Über vier Milliarden Dollar kostete Disney der Kauf von Lucasfilm, und in den letzten Tagen haben wir die bisher penetrantesten Versuche erlebt, die Investition für das Maus-Haus rentabel zu gestalten. Montagnacht erschien der erste Trailer für Solo: A Star Wars Story und damit der Marketing-Startschuss für den nächsten Star Wars-Film, obwohl Star Wars 8: Die letzten Jedi noch in den Kinos läuft. Einen Tag später legte Lucasfilm mit der Bekanntgabe einer neuen Filmreihe der beiden Game of Thrones-Showrunner David Benioff und D.B. Weiss nach und versprach im selben Atemzug "ein paar" neue Star Wars-Serien für den geplanten Streaming-Dienst von Disney. Penetrant und profitabel waren die jährlichen Star Wars-Filme seit Episode 7 natürlich ebenso. Doch die Art und Weise, wie die Problem-Produktion Han Solo ins Kino geprügelt wird, sowie die Ankündigungswut neuer Star Wars-Reihen ohne begleitende Konzepte erreichen eine neue Ebene. Zunächst mag die Strategie der gezielten Beinahe-Sättigung eines unersättlichen Publikums an die Marvel-Filme erinnern, die ebenfalls unter dem Disney-Banner entstehen. Nehme ich die porgförmige Brille ab, liegen - und das ist kein leichtfertiger Vergleich, glaubt mir - die Gepflogenheiten bei Warner und DC näher.

Zunächst einmal sei klargestellt, dass sich Beschwerden über zu viele Star Wars-Filme aus den Fingerspitzen einer Filmredakteurin fadenscheinig anhören dürften. Star Wars ist Traffic-Brot-und-Butter (bzw.
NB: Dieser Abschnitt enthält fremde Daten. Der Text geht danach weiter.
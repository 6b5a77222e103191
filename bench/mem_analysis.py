"""Memory: peak RSS of analysing a 24-window run with 10^5 samples per window.

The ledger is SYNTHETIC (invented data, for this benchmark only): 24 umbrella windows
along phi (the conditions of a 24-window alanine protocol, 15 deg apart, 300
kJ/mol/rad^2), walker r always in window r, 10^5 cycles. Per window phi is a Gaussian
AR(1) series around the window centre with the umbrella's width sqrt(kT/spring) (a flat
PMF), psi uniform, the potential energy Gaussian; the reduced potentials follow from
them with boost.conditions, as a run would store them. It is written cycle by cycle with
boost.store.Ledger.record_cycle into a run folder with the protocol copy.

boost.analysis.analyse_run then runs in a fresh subprocess; its peak RSS (VmHWM) is
reported for two kinds of data: correlated (AR(1) coefficient 0.9, statistical
inefficiency about 19, as MD gives; the analysis keeps about 1 sample in 19) and
uncorrelated (coefficient 0: every sample is uncorrelated, the worst case for MBAR's
memory; at the default analysis.memory of 1 GiB the analysis thins them evenly to what
fits, and says so; --memory-gib 8 shows the unthinned cost). With --stages, the peak of
each analysis stage is measured with tracemalloc.

Target: peak RSS <= 1 GiB.

Run: python bench/mem_analysis.py [--cycles 100000] [--rho 0.9 0.0] [--stages] [--memory-gib G]
"""

import argparse
import json
import math
import subprocess
import sys
import time
from pathlib import Path

import numpy as np

import benchlib

LIMIT = 1024**3
N_WINDOWS = 24

PROTOCOL = """\
protocol: 1
title: SYNTHETIC ledger for the memory benchmark (invented data), 24 windows along phi
system: alanine-vacuum
seed: 1
temperature: 300 K
timestep: 2 fs
coordinates:
  phi: {{dihedral: ["resid 0 and name C", "resid 1 and name N", "resid 1 and name CA", "resid 1 and name C"]}}
  psi: {{dihedral: ["resid 1 and name N", "resid 1 and name CA", "resid 1 and name C", "resid 2 and name N"]}}
umbrella:
  phi: {{centres: {{from: -180 deg, to: 165 deg, count: 24}}, spring: 300 kJ/mol/rad**2}}
run:
  cycle: 0.5 ps
  production: {production} ps
basins:
  C7eq: {{phi: [-180 deg, 0 deg]}}
  C7ax: {{phi: [0 deg, 180 deg]}}
analysis:
  bins: {{phi: {{from: -180 deg, to: 180 deg, count: 36}}}}
"""

#: Address-space cap of the analysis subprocess, so a run far over the target fails with
#: MemoryError instead of pushing a shared machine into swapping or the OOM killer.
SAFETY_CAP = 6 * 1024**3

CHILD = r"""
import json, resource, sys, time, warnings
resource.setrlimit(resource.RLIMIT_AS, ({cap}, {cap}))
sys.path.insert(0, {repo!r})
from boost.analysis import analyse_run
start = time.perf_counter()
with warnings.catch_warnings(record=True) as caught:
    warnings.simplefilter("always")
    result = analyse_run({folder!r}, memory={memory!r})
seconds = time.perf_counter() - start
hwm = [l for l in open("/proc/self/status") if l.startswith("VmHWM")][0].split()[1]
print("RESULT " + json.dumps({{"seconds": seconds, "vmhwm_kib": int(hwm),
      "samples": int(result.samples_k.sum()), "g_mean": float(result.g_k.mean()),
      "thinning": int(result.thinning_k.max()),
      "warnings": [str(w.message) for w in caught if "MBAR uses" in str(w.message)]}}))
"""

STAGES = r"""
import sys, time, tracemalloc, warnings
sys.path.insert(0, {repo!r})
import boost.analysis as analysis, boost.analysis.samples as samples, boost.reweight as reweight, boost.store as store
tracemalloc.start()
rows = []
def watch(module, name, label):
    original = getattr(module, name)
    def wrapped(*args, **kwargs):
        before = tracemalloc.get_traced_memory()[0]
        tracemalloc.reset_peak()
        try:
            return original(*args, **kwargs)
        finally:
            now, peak = tracemalloc.get_traced_memory()
            rows.append((label, before, peak, now))
    setattr(module, name, wrapped)
watch(samples, "read_ledger", "read_ledger (store)")
watch(analysis, "select_samples", "select_samples (decorrelation, u_kn)")
watch(analysis, "Reweighting", "Reweighting: MBAR solve, errors, overlap")
watch(reweight.Reweighting, "compute_pmf", "Reweighting.compute_pmf")
watch(reweight.Reweighting, "compute_basins", "Reweighting.compute_basins")
watch(analysis, "window_values", "window_values")
with warnings.catch_warnings():
    warnings.simplefilter("ignore")
    analysis.analyse_run({folder!r})
for label, before, peak, after in rows:
    print(f"STAGE {{label}}|{{before / 2**20:.0f}}|{{peak / 2**20:.0f}}|{{after / 2**20:.0f}}")
"""


def write_synthetic_ledger(folder, n_cycles, rho, seed=12345):
    """A run folder with invented Gaussian-umbrella data; returns seconds spent writing."""
    from boost.conditions import build_conditions, compute_reduced_potentials
    from boost.protocol import parse_protocol
    from boost.store import LEDGER, PROTOCOL as PROTOCOL_FILE, Ledger
    from boost.units import MOLAR_GAS_CONSTANT

    folder.mkdir(parents=True)
    text = PROTOCOL.format(production=n_cycles * 0.5)
    (folder / PROTOCOL_FILE).write_text(text)
    protocol = parse_protocol(text, folder / PROTOCOL_FILE)
    conditions = build_conditions(protocol)
    ledger = Ledger(folder / LEDGER, coordinate_names=("phi", "psi"))
    ledger.create(conditions, {     # the keys the scheduler writes (boost.plan.ledger_header)
        "coordinates": ["phi", "psi"], "periodic": [True, True], "units": {"phi": "rad", "psi": "rad"},
        "umbrella": ["phi"], "n_walkers": N_WINDOWS, "temperature": 300.0, "pressure": None,
        "timestep_ps": protocol.timestep, "steps_per_cycle": protocol.run.steps_per_cycle,
        "protocol_sha256": protocol.sha256, "synthetic": "invented Gaussian-umbrella data for a benchmark"})
    rng = np.random.default_rng(seed)
    centre_r = np.array([c.centres[0] for c in conditions])
    width = math.sqrt(MOLAR_GAS_CONSTANT * 300.0 / conditions[0].springs[0])
    noise = math.sqrt(1 - rho**2)
    offset_r = rng.normal(size=N_WINDOWS)
    energy_r = rng.normal(size=N_WINDOWS)
    condition_r = list(range(N_WINDOWS))
    start = time.perf_counter()
    for cycle in range(n_cycles):
        offset_r = rho * offset_r + noise * rng.normal(size=N_WINDOWS)
        energy_r = rho * energy_r + noise * rng.normal(size=N_WINDOWS)
        phi_r = (centre_r + width * offset_r + math.pi) % (2 * math.pi) - math.pi
        values_rc = np.column_stack([phi_r, rng.uniform(-math.pi, math.pi, N_WINDOWS)])
        potential_r = -40.0 + 5.0 * energy_r
        u_kr = compute_reduced_potentials(conditions, potential_r, phi_r[:, None], [True])
        ledger.record_cycle(cycle, time=(cycle + 1) * 0.5, production=True, condition_r=condition_r,
                            potential_r=potential_r, volume_r=[None] * N_WINDOWS, values_rc=values_rc, u_kr=u_kr)
    ledger.close()
    return time.perf_counter() - start


def analyse_in_child(folder, memory):
    """(child's result dict, parent's RUSAGE_CHILDREN peak in KiB) for analyse_run(folder)."""
    import resource

    code = CHILD.format(repo=str(benchlib.REPO), folder=str(folder), cap=SAFETY_CAP, memory=memory)
    done = subprocess.run([sys.executable, "-c", code], capture_output=True, text=True)
    children_kib = resource.getrusage(resource.RUSAGE_CHILDREN).ru_maxrss
    line = next((l for l in done.stdout.splitlines() if l.startswith("RESULT ")), None)
    if line is None:
        if "MemoryError" in done.stderr:
            return None, children_kib
        raise RuntimeError(f"analysis failed (exit {done.returncode}): {done.stderr.strip()[-3000:]}")
    return json.loads(line[7:]), children_kib


def stage_peaks(folder):
    code = STAGES.format(repo=str(benchlib.REPO), folder=str(folder))
    done = subprocess.run([sys.executable, "-c", code], capture_output=True, text=True)
    rows = [l[6:].split("|") for l in done.stdout.splitlines() if l.startswith("STAGE ")]
    if not rows:
        raise RuntimeError(f"stage profile failed (exit {done.returncode}): {done.stderr.strip()[-3000:]}")
    return rows


def main():
    parser = argparse.ArgumentParser(description=__doc__.splitlines()[0])
    parser.add_argument("--cycles", type=int, default=100_000, help="samples per window")
    parser.add_argument("--rho", type=float, nargs="+", default=[0.9, 0.0], help="AR(1) coefficients to try")
    parser.add_argument("--stages", action="store_true", help="tracemalloc peak per analysis stage")
    parser.add_argument("--memory-gib", type=float, default=None,
                        help="analysis memory (analyse_run's memory=; default: the protocol's, 1 GiB)")
    args = parser.parse_args()
    benchlib.describe_machine("Memory: analyse_run on a SYNTHETIC 24-window x 10^5-sample ledger")
    rows = []
    with benchlib.temporary_folder("mem") as tmp:
        for rho in args.rho:
            folder = Path(tmp) / f"rho-{rho}"
            seconds = write_synthetic_ledger(folder, args.cycles, rho)
            size = (folder / "ledger.sqlite").stat().st_size
            print(f"rho {rho}: wrote {N_WINDOWS} x {args.cycles} samples with Ledger.record_cycle in "
                  f"{seconds:.0f} s ({seconds / args.cycles * 1e6:.0f} µs per cycle); ledger {size / 2**20:.0f} MiB",
                  flush=True)
            memory = None if args.memory_gib is None else args.memory_gib * 2**30
            result, children_kib = analyse_in_child(folder, memory)
            if result is None:
                peak = math.inf
                rows.append((f"{rho}", "-", "-", "-", "-", f"> {SAFETY_CAP / 2**20:.0f} (MemoryError at the cap)",
                             f"{children_kib / 1024:.0f}", "MISS"))
                print(f"  analyse_run: MemoryError under the {SAFETY_CAP / 2**30:.0f} GiB address-space cap", flush=True)
            else:
                peak = result["vmhwm_kib"] * 1024
                for message in result["warnings"]:
                    print(f"  warning: {message}")
                rows.append((f"{rho}", f"{result['g_mean']:.1f}", f"{result['samples']}", f"{result['thinning']}",
                             f"{result['seconds']:.1f}",
                             f"{peak / 2**20:.0f}", f"{children_kib / 1024:.0f}",
                             benchlib.verdict(peak, LIMIT, at_least=False)))
                print(f"  analyse_run: {result['seconds']:.1f} s, peak RSS {peak / 2**20:.0f} MiB", flush=True)
            if args.stages or (peak > LIMIT and peak < math.inf):
                print("  tracemalloc per stage (MiB): traced before / peak during / after")
                for label, before, peak_mib, after in stage_peaks(folder):
                    print(f"    {label:45s} {before:>6} / {peak_mib:>6} / {after:>6}")
            for path in folder.iterdir():
                path.unlink()
    print()
    benchlib.print_table(("AR(1) rho", "mean g (cycles)", "samples to MBAR", "1 in (memory thinning)",
                          "analysis s", "peak RSS MiB (VmHWM)",
                          "largest child so far, MiB (getrusage)", "target <= 1024 MiB"), rows)


if __name__ == "__main__":
    main()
Mettbrötchen), wie es nur selten auftaucht. Ausgehend von den Zahlen - und da liegt moviepilot, abgesehen von ein paar Milliarden Dollar Umsatz, Lucasfilm gar nicht so fern - kann es nicht genug Star Wars geben. Kinobetreibern, die sich Disneys rigiden Vorgaben beugen, dürfte es ähnlich gehen. Star Wars ist gut fürs Geschäft - nicht nur von Disney. Aber ist das Geschäft auch gut für Star Wars?

Zwei Filmreihen, Spin-offs, Serien und vieles mehr

Halten wir fest, was da kommen möge: Weniger als ein halbes Jahr nach Star Wars 8: Die letzten Jedi startet Solo: A Star Wars Story im Mai 2018. Dann folgt eine Pause (immerhin) bis zum Start von Star Wars 9 im Dezember 2019. David Benioff und D.B. Weiss werden im selben Jahr die Arbeit an Game of Thrones beenden und laut der Meldung von vorgestern mit ihrer Star Wars-Filmreihe anfangen, über die es kaum Informationen gibt. Beide sollen als Autoren und Produzenten die inhaltliche Richtung vorgeben, über die Regie ist noch nichts bekannt. Diese Filmreihe ist aber nicht zu verwechseln mit jener von Die letzten Jedi-Regisseur Rian Johnson, die im November letzten Jahres angekündigt wurde (übrigens ebenfalls fast zeitgleich mit einer Live-Action-Serie). Johnson wird das Trilogie-Schema des Franchise fortsetzen, bei der neuen Reihe die Skywalker-Saga aller Voraussicht nach hinter sich lassen. Davon unabhängig sind weiterhin Spin-offs über Obi-Wan Kenobi sowie - weniger konkret - Yoda und Boba Fett im Gespräch, die allerdings nicht offiziell terminiert wurden.

Diese Ankündigungen erfolgten in einer der turbulentesten Phasen von Lucasfilms Star Wars-Erneuerung. Vergangenes Jahr wurden die ursprünglichen Regisseure des Han Solo-Films gefeuert und durch Ron Howard ersetzt. Außerdem wurde Colin Trevorrow als Regisseur von Episode 9 durch J.J. Abrams ersetzt. Die letzten Jedi konnte finanziell zwar die Milliarden-Grenze überschreiten und gilt allgemein als großer Erfolg, pendelt sich aber mit seinen 1,3 Milliarden Dollar Einspiel näher am Spin-off Rogue One: A Star Wars Story ein, als es Disney lieb sein dürfte. Schuld daran ist unter anderem China. Im zweitgrößten Filmmarkt der Welt verliert die Reihe von Teil zu Teil an Boden.

Das unschlagbare finanzielle Argument für den Star Wars-Overkill

Ende Dezember wurde vermeldet, dass die neuen Star Wars-Filme den Kaufpreis von Lucasfilm bereits eingespielt haben, was auf dem Papier stimmt. Die 4 Milliarden Dollar wurden überschritten. Diese Milliarden gehen indes nicht alle an Disney. Rentabel ist der Kauf hinsichtlich seiner Kino-Auswertung noch nicht, auch weil das Update der anderen großen Lucasfilm-Marke, Indiana Jones, sich weiter hinzieht. Solang kein Brody: An Indiana Jones Story oder Ravenwood: Origins angekündigt wird, liegen die 4 Milliarden und natürlich alle darüber hinaus zu erzielenden Profite auf den Schultern der Star Wars-Filme und -Serien. Hier findet sich der größte Unterschied zu den vorangegangen Einkaufstouren bei Pixar und Marvel. Beide Disney-Töchter beinhalten und produzieren eine Vielzahl an Marken. Lucasfilm ist zur Zeit gleichbedeutend mit Star Wars.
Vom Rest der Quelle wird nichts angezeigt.